**Exercise directions**
In the records below, tally each line that contains the word "rise" and give the total only.

**Given records**
↓↓↓
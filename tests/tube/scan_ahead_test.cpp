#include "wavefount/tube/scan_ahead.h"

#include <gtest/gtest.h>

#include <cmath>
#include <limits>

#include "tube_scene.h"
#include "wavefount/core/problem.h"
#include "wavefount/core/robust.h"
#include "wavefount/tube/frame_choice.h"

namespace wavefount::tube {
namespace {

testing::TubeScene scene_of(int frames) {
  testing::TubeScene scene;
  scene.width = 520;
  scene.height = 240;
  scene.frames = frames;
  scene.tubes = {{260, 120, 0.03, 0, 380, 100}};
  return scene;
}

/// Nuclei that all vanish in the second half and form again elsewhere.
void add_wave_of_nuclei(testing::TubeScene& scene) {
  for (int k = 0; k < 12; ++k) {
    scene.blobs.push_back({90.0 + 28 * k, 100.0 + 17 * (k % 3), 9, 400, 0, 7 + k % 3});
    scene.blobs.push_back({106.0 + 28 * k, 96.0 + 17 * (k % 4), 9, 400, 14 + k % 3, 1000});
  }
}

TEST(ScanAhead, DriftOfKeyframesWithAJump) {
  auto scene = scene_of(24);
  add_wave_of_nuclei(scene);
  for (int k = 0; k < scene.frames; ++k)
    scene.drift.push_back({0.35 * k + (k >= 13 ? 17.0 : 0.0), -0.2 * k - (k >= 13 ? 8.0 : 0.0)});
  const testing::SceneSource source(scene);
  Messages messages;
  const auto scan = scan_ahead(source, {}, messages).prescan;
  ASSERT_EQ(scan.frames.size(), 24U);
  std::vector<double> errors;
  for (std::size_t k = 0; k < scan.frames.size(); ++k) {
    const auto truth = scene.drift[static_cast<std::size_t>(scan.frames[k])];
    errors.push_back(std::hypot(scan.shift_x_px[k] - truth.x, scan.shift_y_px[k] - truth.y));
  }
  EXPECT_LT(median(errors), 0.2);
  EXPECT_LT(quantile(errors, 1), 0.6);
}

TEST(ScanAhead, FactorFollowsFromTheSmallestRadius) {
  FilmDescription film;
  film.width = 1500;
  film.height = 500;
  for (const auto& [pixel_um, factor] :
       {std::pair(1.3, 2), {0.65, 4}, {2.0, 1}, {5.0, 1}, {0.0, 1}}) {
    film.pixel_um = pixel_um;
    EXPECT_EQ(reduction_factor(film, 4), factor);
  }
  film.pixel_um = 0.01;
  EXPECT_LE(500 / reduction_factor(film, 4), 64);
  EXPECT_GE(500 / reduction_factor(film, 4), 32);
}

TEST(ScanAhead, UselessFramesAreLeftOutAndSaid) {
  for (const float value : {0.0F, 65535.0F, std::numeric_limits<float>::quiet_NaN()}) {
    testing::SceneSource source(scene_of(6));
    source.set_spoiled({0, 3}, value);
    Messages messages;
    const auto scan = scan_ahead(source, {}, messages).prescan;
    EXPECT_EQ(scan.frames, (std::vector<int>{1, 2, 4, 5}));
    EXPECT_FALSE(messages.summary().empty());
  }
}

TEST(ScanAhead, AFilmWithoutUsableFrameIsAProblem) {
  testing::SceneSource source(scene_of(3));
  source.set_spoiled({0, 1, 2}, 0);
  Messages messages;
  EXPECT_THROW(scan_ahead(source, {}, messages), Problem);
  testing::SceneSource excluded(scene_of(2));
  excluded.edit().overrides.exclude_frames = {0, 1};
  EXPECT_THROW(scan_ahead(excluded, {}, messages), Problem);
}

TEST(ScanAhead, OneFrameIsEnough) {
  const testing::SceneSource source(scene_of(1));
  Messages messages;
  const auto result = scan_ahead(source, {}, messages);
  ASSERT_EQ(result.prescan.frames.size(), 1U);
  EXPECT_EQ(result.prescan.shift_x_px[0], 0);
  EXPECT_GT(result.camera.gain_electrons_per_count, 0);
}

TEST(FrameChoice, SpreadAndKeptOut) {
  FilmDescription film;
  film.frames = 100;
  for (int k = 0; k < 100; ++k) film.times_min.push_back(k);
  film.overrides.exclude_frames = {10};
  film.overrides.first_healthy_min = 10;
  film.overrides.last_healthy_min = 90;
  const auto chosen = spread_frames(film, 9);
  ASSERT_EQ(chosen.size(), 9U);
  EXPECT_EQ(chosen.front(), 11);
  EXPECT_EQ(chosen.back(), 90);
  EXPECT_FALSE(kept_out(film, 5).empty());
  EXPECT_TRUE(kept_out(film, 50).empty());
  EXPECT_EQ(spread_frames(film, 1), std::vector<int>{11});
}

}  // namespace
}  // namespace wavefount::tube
↑↑↑
↓↓↓
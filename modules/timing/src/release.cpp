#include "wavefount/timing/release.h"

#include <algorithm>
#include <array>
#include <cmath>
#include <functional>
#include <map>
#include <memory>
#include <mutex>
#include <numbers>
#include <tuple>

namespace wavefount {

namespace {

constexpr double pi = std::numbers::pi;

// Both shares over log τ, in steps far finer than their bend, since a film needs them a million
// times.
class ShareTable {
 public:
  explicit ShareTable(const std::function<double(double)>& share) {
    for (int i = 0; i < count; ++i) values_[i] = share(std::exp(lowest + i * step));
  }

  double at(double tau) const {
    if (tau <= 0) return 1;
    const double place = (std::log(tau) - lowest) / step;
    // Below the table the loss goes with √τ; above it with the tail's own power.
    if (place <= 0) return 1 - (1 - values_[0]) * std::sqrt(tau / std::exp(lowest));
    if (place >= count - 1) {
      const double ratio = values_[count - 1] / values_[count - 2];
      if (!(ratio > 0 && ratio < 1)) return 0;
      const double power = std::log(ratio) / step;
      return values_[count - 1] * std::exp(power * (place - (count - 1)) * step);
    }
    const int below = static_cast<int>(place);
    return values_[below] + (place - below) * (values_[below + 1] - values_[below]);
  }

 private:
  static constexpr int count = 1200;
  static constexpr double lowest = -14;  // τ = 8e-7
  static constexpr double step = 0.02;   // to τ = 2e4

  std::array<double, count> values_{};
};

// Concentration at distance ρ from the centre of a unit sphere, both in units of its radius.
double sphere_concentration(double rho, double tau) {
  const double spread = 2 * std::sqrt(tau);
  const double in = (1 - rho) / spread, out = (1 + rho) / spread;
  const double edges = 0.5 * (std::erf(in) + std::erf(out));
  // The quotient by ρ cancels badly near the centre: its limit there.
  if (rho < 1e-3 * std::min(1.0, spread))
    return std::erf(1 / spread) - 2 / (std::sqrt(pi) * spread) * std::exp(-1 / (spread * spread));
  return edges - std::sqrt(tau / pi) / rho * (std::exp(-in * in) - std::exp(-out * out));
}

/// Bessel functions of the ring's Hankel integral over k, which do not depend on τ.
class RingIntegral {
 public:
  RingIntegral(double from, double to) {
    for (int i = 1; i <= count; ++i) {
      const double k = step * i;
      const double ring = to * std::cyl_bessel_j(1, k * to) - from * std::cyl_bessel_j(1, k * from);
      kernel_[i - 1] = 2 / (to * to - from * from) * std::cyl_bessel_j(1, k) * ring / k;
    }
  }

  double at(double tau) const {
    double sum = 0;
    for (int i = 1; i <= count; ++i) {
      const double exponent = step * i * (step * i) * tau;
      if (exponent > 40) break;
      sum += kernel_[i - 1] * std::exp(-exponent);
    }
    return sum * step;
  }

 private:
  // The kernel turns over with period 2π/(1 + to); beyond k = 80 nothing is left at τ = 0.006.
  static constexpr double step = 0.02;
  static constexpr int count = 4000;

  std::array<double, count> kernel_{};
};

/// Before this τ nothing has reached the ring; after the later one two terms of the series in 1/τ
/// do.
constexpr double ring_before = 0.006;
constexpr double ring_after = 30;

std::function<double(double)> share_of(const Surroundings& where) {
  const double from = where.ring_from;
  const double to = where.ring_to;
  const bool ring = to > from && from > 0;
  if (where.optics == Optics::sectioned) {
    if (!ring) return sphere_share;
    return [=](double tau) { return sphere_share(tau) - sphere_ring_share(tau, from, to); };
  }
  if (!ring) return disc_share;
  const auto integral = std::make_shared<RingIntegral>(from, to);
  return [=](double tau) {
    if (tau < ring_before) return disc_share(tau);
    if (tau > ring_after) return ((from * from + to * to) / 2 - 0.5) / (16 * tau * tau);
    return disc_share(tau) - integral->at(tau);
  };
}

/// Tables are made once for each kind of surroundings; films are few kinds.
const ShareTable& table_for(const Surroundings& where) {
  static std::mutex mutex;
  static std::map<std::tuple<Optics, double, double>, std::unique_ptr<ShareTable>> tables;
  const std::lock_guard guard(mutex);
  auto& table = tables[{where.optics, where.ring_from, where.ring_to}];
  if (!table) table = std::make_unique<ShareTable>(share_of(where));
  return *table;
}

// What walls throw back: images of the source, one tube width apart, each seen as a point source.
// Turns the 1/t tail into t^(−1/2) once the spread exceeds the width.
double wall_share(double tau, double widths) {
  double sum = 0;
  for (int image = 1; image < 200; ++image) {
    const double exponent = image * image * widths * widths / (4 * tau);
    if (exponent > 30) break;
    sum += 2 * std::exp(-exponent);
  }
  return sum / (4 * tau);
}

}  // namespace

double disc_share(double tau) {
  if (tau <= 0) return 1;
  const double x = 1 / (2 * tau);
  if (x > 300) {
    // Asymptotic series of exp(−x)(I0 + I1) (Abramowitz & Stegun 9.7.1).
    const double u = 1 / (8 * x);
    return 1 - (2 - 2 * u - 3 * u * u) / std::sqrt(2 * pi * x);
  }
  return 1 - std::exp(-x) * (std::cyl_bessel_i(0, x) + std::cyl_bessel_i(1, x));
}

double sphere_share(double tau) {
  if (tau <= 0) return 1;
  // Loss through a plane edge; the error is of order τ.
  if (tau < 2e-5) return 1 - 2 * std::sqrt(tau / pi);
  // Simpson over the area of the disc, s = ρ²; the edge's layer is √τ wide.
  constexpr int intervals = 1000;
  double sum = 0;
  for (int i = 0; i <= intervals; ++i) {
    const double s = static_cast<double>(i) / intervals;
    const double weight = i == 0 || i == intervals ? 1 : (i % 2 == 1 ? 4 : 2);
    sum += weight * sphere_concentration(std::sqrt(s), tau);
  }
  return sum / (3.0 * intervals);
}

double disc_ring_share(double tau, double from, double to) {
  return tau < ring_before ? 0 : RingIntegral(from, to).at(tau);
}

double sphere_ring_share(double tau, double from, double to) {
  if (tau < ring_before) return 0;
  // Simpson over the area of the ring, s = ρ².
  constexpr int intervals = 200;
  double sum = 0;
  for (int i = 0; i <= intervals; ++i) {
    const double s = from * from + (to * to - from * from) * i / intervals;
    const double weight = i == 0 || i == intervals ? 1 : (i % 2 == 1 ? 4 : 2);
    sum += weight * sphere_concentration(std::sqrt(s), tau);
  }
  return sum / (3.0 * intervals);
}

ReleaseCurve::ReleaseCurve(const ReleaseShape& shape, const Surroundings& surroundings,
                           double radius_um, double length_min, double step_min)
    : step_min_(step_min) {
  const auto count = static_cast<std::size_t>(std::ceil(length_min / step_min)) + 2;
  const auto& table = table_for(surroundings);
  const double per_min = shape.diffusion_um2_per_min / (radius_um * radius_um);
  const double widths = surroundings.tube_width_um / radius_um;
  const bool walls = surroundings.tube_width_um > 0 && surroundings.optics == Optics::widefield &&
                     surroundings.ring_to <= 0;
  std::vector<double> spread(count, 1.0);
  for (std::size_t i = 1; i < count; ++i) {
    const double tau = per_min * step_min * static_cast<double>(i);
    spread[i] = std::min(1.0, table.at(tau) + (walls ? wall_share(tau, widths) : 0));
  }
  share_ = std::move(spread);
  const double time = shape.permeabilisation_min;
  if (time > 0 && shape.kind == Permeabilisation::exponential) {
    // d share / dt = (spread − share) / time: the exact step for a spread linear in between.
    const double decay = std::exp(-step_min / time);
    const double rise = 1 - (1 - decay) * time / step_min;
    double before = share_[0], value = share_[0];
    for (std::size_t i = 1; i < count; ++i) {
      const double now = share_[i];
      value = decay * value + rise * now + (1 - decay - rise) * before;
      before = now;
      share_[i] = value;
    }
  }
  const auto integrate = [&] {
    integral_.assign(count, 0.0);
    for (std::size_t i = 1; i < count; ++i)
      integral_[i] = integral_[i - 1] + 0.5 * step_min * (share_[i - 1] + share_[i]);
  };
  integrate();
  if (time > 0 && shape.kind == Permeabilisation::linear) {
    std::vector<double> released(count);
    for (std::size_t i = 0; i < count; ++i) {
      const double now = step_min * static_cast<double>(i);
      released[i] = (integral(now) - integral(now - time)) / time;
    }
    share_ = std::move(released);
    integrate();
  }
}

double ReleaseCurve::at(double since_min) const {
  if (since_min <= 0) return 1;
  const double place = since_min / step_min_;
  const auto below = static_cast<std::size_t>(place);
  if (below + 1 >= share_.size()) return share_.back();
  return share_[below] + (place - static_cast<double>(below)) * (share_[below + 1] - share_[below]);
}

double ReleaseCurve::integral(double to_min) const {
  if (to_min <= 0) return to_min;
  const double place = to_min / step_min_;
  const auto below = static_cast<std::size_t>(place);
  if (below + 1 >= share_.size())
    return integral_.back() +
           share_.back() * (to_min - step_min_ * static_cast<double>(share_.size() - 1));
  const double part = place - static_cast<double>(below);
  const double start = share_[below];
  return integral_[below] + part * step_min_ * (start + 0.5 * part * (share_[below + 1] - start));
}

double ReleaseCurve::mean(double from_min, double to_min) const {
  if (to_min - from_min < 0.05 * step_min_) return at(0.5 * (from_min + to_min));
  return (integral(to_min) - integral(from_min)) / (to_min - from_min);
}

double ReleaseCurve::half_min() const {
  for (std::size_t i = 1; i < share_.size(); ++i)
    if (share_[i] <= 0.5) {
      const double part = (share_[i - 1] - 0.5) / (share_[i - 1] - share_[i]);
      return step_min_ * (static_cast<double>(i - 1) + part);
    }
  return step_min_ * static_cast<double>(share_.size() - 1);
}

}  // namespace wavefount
↑↑↑
**Solved problem**
2